江州,江鋼集團大門。
天剛蒙蒙亮,但江鋼門口已經被人潮堵得水泄不通。
沒有了往日機器的轟鳴聲,取而代之的是嘈雜的叫喊聲、口號聲,還有大喇叭裡刺耳的電流聲。
幾條巨大的白布橫幅,歪歪扭扭地掛在鐵門上,上麵用紅油漆寫著觸目驚心的大字:
“反對變賣國企!反對暴力裁員!”
“林遠滾出江鋼!還我血汗錢!”
“我們要吃飯!我們要養家!”
林遠的車隊被堵在了一公裡外,根本開不過去。
“老板,不能下車。”顧盼看著遠處那攢動的人頭,臉色發白,“情緒太激動了。張強帶的安保隊根本擠不進去。萬一有人動手……”
“我不下去,難道看著他們把廠子砸了?”
林遠推開車門。
“顧盼,你記住。對付流氓可以用拳頭,但對付工人,隻能用心。”
他脫掉了西裝外套,隻穿了一件白襯衫,挽起袖子,沒帶保鏢,一個人朝人群走去。
林遠剛一露麵,人群就像炸了鍋一樣。
“那個穿白襯衫的就是林遠!”
“就是他!要把咱們廠賣給外國人!”
“打死這個吸血鬼!”
幾個礦泉水瓶子飛了過來,砸在林遠身上。雖然不疼,但這是一種羞辱。
林遠沒有躲,也沒有擦,隻是靜靜地往前走。
他走到大門口的一個石墩子上,站了上去。
“各位師傅!我是林遠!”他拿著一個從保安手裡搶來的擴音器,大聲喊道。
“騙子!滾下去!”
“我們不聽你忽悠!”
下麵的人群根本不買賬,甚至有人開始推搡維持秩序的保安,鐵門被推得嘩嘩作響。
在幾千人的怒吼聲中,林遠的聲音就像蚊子叫一樣,瞬間被淹沒了。
這是一個死局。
你想解釋,但人家根本不給你開口的機會。
這就是趙家老三的高明之處。他不需要跟你辯論,他隻需要讓現場亂起來,亂到無法溝通。隻要發生了衝突,隻要見了血,林遠就徹底完了。

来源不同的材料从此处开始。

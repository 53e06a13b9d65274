//! The numeric limits of an analysis, each checked before any work starts and each with its reason.
//!
//! Every limit here is one a hostile or mistaken input reached: without it the run either gave a silent wrong
//! answer (a value so large that sums of squares overflow, a C so small that round-off picks the class), or asked
//! for more memory or time than any computer has (a window count that wraps, a billion shuffles). README's "Limits"
//! section lists them for users; a message names the setting or the file, line and column.
//!
//! Settings are checked by [`crate::recipe::Recipe::validate`]; the limits that need the data (windows of a binned
//! table, folds of leave-one-out, the size of a recording counted into windows) are checked by the readers and
//! the plans through the functions below, so that every face refuses the same things with the same words.

use crate::error::{Error, Result};

/// Largest magnitude of any value read from a file (features, rates, times). Decoders that work from sums over
/// trials (shrinkage LDA, nearest mean, Poisson naive Bayes) square and multiply raw values: with |x| ≤ 1e100 every
/// such sum over any number of trials a computer can hold stays below the largest double (1.8e308), and no
/// measurement in any unit comes near it, so a larger value is a corrupt cell or a sentinel.
pub const MAX_MAGNITUDE: f64 = 1e100;

/// Smallest and largest regularisation constant C. C weighs the data against a unit penalty on standardised
/// features: below 1e-6 the penalty outweighs the data until round-off decides the class (on the example data,
/// C = 1e-12 predicts one class for every trial); above 1e6 every decoder already fits its training folds as
/// tightly as it can (the scores no longer change), while the kernel SVM takes longer. Both ends lie three decades
/// beyond the grid that tuning searches (1e-3 to 1e3).
pub const C_RANGE: (f64, f64) = (1e-6, 1e6);

/// Most repeats, shuffles, repeats per shuffle and neuron-subset draws. Each is a task (or a loop in one) whose
/// outcome is kept until the end: 100 000 shuffles resolve a p-value to 1e-5, and the spread over repeats settles
/// within a few hundred. Beyond this the task list itself becomes the memory problem.
pub const MAX_REPEATS: usize = 100_000;

/// Most time windows of a time course: each window is a whole decoding analysis (a 10 s trial in 1 ms steps).
pub const MAX_WINDOWS: usize = 10_000;

/// Most cells of a temporal generalization matrix (windows²: 1000 windows): every task keeps its own matrix,
/// and every window's decoder predicts at every window.
pub const MAX_GENERALIZATION_CELLS: usize = 1_000_000;

/// Most numbers the outcomes of all tasks hold together (2²⁶, 512 MB as doubles): the outcomes are kept until the
/// end, since the cluster test needs every shuffle's curve (and matrix).
pub const MAX_RESULT_VALUES: usize = 1 << 26;

/// Most fits one task may perform (folds × windows × repeats per shuffle): its fit counters are 32-bit, as is
/// the page's address space.
pub const MAX_FITS_PER_TASK: usize = u32::MAX as usize;

/// Most values (trials × neurons × windows) a recording counted into windows may hold: 800 MB as doubles. A
/// file of spike events or an NWB file is small beside the counts it can describe, and each of the page's
/// workers holds its own copy within WebAssembly's 4 GB.
pub const MAX_TIME_VALUES: usize = 100_000_000;

/// Narrowest window and smallest step, s: window edges are rounded to the nanosecond
/// ([`crate::recipe::windows::to_ns`]), so a narrower window would hold nothing.
pub const MIN_WINDOW: f64 = 1e-9;

/// Farthest a window may start or end from the alignment event, s (11.6 days): window edges are kept to the
/// nanosecond, which a double resolves only up to about 4.5e6 s.
pub const MAX_SPAN_TIME: f64 = 1e6;

/// Refuse a value read from a file when its magnitude exceeds [`MAX_MAGNITUDE`]; `at` names the file, line and
/// column.
pub fn check_magnitude(v: f64, at: &str) -> Result<f64> {
    if v.abs() <= MAX_MAGNITUDE {
        Ok(v)
    } else {
        Err(Error::Input(format!("{at}: {}", beyond_magnitude(v))))
    }
}

/// Why a value is refused, in the words every reader uses.
pub fn beyond_magnitude(v: f64) -> String {
    let shown = if v.is_finite() {
        format!("{v:e}")
    } else {
        // Written as a number (1e309) but past what a 64-bit number holds.
        "the value overflows 64-bit numbers (±1.8e308) and".into()
    };
    format!(
        "{shown} is beyond ±1e100, the largest magnitude popdecode accepts (sums of squares of such values overflow); \
         check the cell, or express the column in larger units"
    )
}

/// C within [`C_RANGE`].
pub fn check_c(c: f64) -> Result<()> {
    let (lo, hi) = C_RANGE;
    if c.is_finite() && (lo..=hi).contains(&c) {
        Ok(())
    } else {
        Err(Error::Recipe(format!(
            "C must lie between {lo:e} and {hi:e}; got {c:?} (outside that range the fit is decided by round-off or \
             no longer changes)"
        )))
    }
}

/// A count of repeats, shuffles or draws within [`MAX_REPEATS`].
pub fn check_count(what: &str, n: usize) -> Result<()> {
    if n <= MAX_REPEATS {
        Ok(())
    } else {
        Err(Error::Recipe(format!(
            "{what} must be at most {MAX_REPEATS}; got {n}"
        )))
    }
}

/// A window count (computed as a float, so that a span of 1e308 s cannot wrap) within [`MAX_WINDOWS`], and its
/// square within [`MAX_GENERALIZATION_CELLS`] when temporal generalization is asked for.
pub fn check_windows(count: f64, generalize: bool) -> Result<()> {
    if count.is_nan() || count > MAX_WINDOWS as f64 {
        return Err(Error::Recipe(format!(
            "{} windows are more than the {MAX_WINDOWS} a time course may have; use a larger step or a shorter span",
            shown(count)
        )));
    }
    let cells = count * count;
    if generalize && cells > MAX_GENERALIZATION_CELLS as f64 {
        return Err(Error::Recipe(format!(
            "temporal generalization over {} windows makes a {}-cell matrix per task, more than the \
             {MAX_GENERALIZATION_CELLS} allowed (1000 windows); use a larger step or a shorter span",
            shown(count),
            shown(cells)
        )));
    }
    Ok(())
}

/// The work and the outcomes of a plan, before it starts: fits per task (`folds × windows × repeats per shuffle`)
/// within [`MAX_FITS_PER_TASK`], and the numbers all outcomes hold within [`MAX_RESULT_VALUES`].
pub fn check_work(fits_per_task: f64, result_values: f64) -> Result<()> {
    if fits_per_task > MAX_FITS_PER_TASK as f64 {
        return Err(Error::Recipe(format!(
            "one task would fit {} decoders (folds × windows × repeats per shuffle), more than the {MAX_FITS_PER_TASK} \
             a task may count; use fewer folds, windows or repeats per shuffle",
            shown(fits_per_task)
        )));
    }
    if result_values > MAX_RESULT_VALUES as f64 {
        return Err(Error::Recipe(format!(
            "the outcomes of this run would hold {} numbers, more than the {MAX_RESULT_VALUES} kept in memory; use \
             fewer shuffles or repeats, or fewer windows (temporal generalization keeps windows² per task)",
            shown(result_values)
        )));
    }
    Ok(())
}

/// A recording of `trials × neurons × windows` values within [`MAX_TIME_VALUES`], checked before it is counted.
pub fn check_time_values(
    source: &str,
    trials: usize,
    neurons: usize,
    windows: usize,
) -> Result<()> {
    let values = trials as f64 * neurons as f64 * windows as f64;
    if values > MAX_TIME_VALUES as f64 {
        return Err(Error::Design(format!(
            "{source}: {trials} trials × {neurons} neurons × {windows} windows make {} values, more than the \
             {MAX_TIME_VALUES} a time course may hold; use fewer windows (a larger step or a shorter span) or keep \
             fewer neurons",
            shown(values)
        )));
    }
    Ok(())
}

/// A count for a message: whole numbers as such, anything larger than 2⁵³ (or infinite) in scientific notation.
fn shown(v: f64) -> String {
    if v.is_finite() && v < 9e15 {
        format!("{v:.0}")
    } else {
        format!("{v:e}")
    }
}

#[cfg(test)]
mod tests {
    use super::*;

    #[test]
    fn each_limit_refuses_just_beyond_and_accepts_at() {
        assert!(check_magnitude(1e100, "f").is_ok());
        assert!(check_magnitude(-1e100, "f").is_ok());
        let e = check_magnitude(-2e100, "f.csv, line 3, column 'x'")
            .unwrap_err()
            .to_string();
        assert!(
            e.starts_with("f.csv, line 3, column 'x': -2e100 is beyond ±1e100"),
            "{e}"
        );
        assert!(check_c(1e-6).is_ok() && check_c(1e6).is_ok());
        assert!(
            check_c(0.99e-6).is_err() && check_c(1.01e6).is_err() && check_c(f64::NAN).is_err()
        );
        assert!(check_count("shuffles", MAX_REPEATS).is_ok());
        assert!(check_count("shuffles", usize::MAX).is_err());
        assert!(check_windows(10_000.0, false).is_ok());
        assert!(check_windows(10_001.0, false).is_err());
        assert!(check_windows(f64::INFINITY, false).is_err());
        assert!(check_windows(f64::NAN, false).is_err());
        assert!(check_windows(1000.0, true).is_ok());
        let e = check_windows(1001.0, true).unwrap_err().to_string();
        assert!(e.contains("1002001-cell matrix"), "{e}");
        assert!(check_work(u32::MAX as f64, MAX_RESULT_VALUES as f64).is_ok());
        assert!(check_work(u32::MAX as f64 + 1.0, 0.0).is_err());
        assert!(check_work(1.0, MAX_RESULT_VALUES as f64 + 1.0).is_err());
        assert!(check_time_values("t", 1000, 1000, 100).is_ok());
        let e = check_time_values("t", 1000, 1000, 101)
            .unwrap_err()
            .to_string();
        assert!(e.contains("101000000 values"), "{e}");
    }
}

林遠看著下麵一張張憤怒、焦慮、通紅的臉。他知道,現在講道理沒用。
他必須找到那個帶頭的人。
林遠在人群中掃視。
大部分工人雖然喊得凶,但眼神裡更多的是迷茫和對未來的恐懼。他們是真心害怕丟了飯碗。
但是,有那麼十幾個人,不一樣。
他們並沒有像普通工人那樣穿著油膩的工作服,而是穿著嶄新的勞保服。他們不怎麼喊口號,卻總是在人群稍微安靜一點的時候,突然扔個瓶子,或者帶頭推一下鐵門,把火重新拱起來。
他們手裡還拿著手機,在偷偷錄像。
職業鬨事的。
林遠鎖定了離他最近的一個“帶頭大哥”。那是個三十多歲的壯漢,留著寸頭,正舉著拳頭煽動旁邊幾個老工人去砸傳達室的玻璃。
林遠跳下石墩子,扒開人群,徑直走到那個壯漢麵前。
“兄弟,哪個車間的?”林遠問。
壯漢愣了一下,隨即眼珠子一轉:“老子是煉鐵廠的!怎麼著?想收買我?”
“煉鐵廠?”林遠笑了,“煉鐵廠幾號爐?”
“一……一號爐!”壯漢梗著脖子。
“一號爐現在用的是什麼工藝?出鐵口怎麼封?”林遠追問。
“廢話!當然是用泥封!你管得著嗎?”壯漢有點慌了,開始大聲嚷嚷,“大家看啊!大資本家要查戶口了!要秋後算賬了!”
周圍的工人們一聽,情緒又激動起來,圍了上來。
林遠沒有退縮。
他突然伸出手,一把抓住了那個壯漢的手腕。
“你乾什麼!打人啦!”壯漢大叫。
“大家看!”林遠舉起壯漢的手,向著周圍的老工人們展示。
“這隻手,白白淨淨,連個繭子都沒有!”
“煉鐵廠的兄弟們,你們看看自己的手!天天拿大鏟、握鋼釺,誰的手上不是一層老繭?誰的指甲縫裡不是洗不掉的煤灰?”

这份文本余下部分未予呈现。